Trump picks Coats for intel director
WASHINGTON: President-elect Donald Trump yesterday formally announced former Indiana Senator Dan Coats as his pick for US director of national intelligence. A mild-mannered former ambassador to Germany who also served on the Senate Intelligence Committee, Coats was widely tipped for the job coordinating 16 intelligence and security agencies - a position Trump may slim down. “Dan has clearly demonstrated the deep subject matter expertise and sound judgment required to lead our intelligence community,” Trump said in a statement.
“If confirmed as Director of National Intelligence, he will provide unwavering leadership that the entire intelligence community can respect, and will spearhead my administration’s ceaseless vigilance against those who seek to do us harm.” The announcement comes a day after the Republican presidentelect met the country’s leading intelligence agency chiefs - including the current director of national intelligence, James Clapper, and CIA chief John Brennan - who told him that Russian President Vladimir Putin directed a vast cyberattack against mainly Democratic organizations aimed at helping install Trump in the White House.

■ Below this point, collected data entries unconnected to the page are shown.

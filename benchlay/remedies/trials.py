"""Trials: a layout with a change, read, placed, traced and checked again."""

from __future__ import annotations

from collections.abc import Callable, Mapping, Sequence
from typing import TypeAlias

from benchlay.checks import Context
from benchlay.findings import Severity
from benchlay.named import NamedTuple
from benchlay.remedies.edits import Edit, apply, pasted
from benchlay.report.model import Reported

_NAMED = (("elements",), ("enclosure", "panels"), ("enclosure", "lids"))


class Judged(NamedTuple):
    """What the checks say of a text: the findings, and what they were found in."""

    findings: tuple[Reported, ...]
    context: Context

    def weights(self) -> Mapping[str, tuple[Severity, frozenset[str]]]:
        """Return the severity of each finding and the states in which it holds, by id."""
        return {f.id: (Severity[f.severity.upper()], frozenset(f.states)) for f in self.findings}


Judgement: TypeAlias = Callable[[str], Judged | None]
"""Judges a text as `check` would; None for one that cannot be read or placed."""


class Change(NamedTuple):
    """A way to clear a finding: what is to be written, and why in a sentence."""

    kind: str  # screen, dump, panel, lid, coating, wedge, tilt
    words: str
    edits: tuple[Edit, ...]

    @property
    def yaml(self) -> str:
        """What is to be pasted."""
        return pasted(self.edits)

    @property
    def names(self) -> tuple[str, ...]:
        """What it adds to the layout, by name."""
        return tuple(edit.key for edit in self.edits if edit.path in _NAMED)


class Trial(NamedTuple):
    """A change and what the checks say of the layout with it."""

    change: Change
    text: str
    judged: Judged


class Bench:
    """A layout's text with what was found in it; tries changes, each text once.

    `left` is how many more may be tried, so that a bench with many findings is reviewed in
    bounded time.
    """

    def __init__(self, text: str, judged: Judged, judge: Judgement, left: int) -> None:
        self.text = text
        self.judged = judged
        self.left = left
        self.tried = 0
        self._judge = judge
        self._known: dict[str, Judged | None] = {}

    def try_out(self, change: Change) -> Trial | None:
        """Return what becomes of the bench with a change; None if it cannot be made."""
        text = apply(self.text, change.edits)
        if text is None:
            return None
        if text not in self._known:
            if self.left <= 0:
                return None
            self.left -= 1
            self.tried += 1
            self._known[text] = self._judge(text)
        judged = self._known[text]
        return None if judged is None else Trial(change, text, judged)

    def raised(self, trial: Trial) -> list[str]:
        """Return the findings that a change brings, or makes graver or wider, by id."""
        before, after = self.judged.weights(), trial.judged.weights()
        return [
            name
            for name, (severity, states) in after.items()
            if name not in before or severity > before[name][0] or not states <= before[name][1]
        ]

    def clears(self, trial: Trial, finding: str) -> bool:
        """Whether a change clears a finding and raises no other."""
        return finding not in trial.judged.weights() and not self.raised(trial)


def unused_name(stem: str, taken: Sequence[str]) -> str:
    """Return the first of ``stem1``, ``stem2``, … that nothing is called, whatever its case."""
    known = {name.lower() for name in taken}
    number = 1
    while f"{stem}{number}".lower() in known:
        number += 1
    return f"{stem}{number}"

But the selection of Coats, 73, may go some way toward reassuring those critical of Trump’s praise for Putin and stated desire to improve relations with Moscow. Coats - who served as a Republican senator from Indiana from 1989 to 1999, and then from 2011 to the end of his term on Tuesday - was one of six US legislators and three White House aides blacklisted by Moscow in 2014 in reprisal for US sanctions placed on the country for its seizure of the Crimean Peninsula from Ukraine.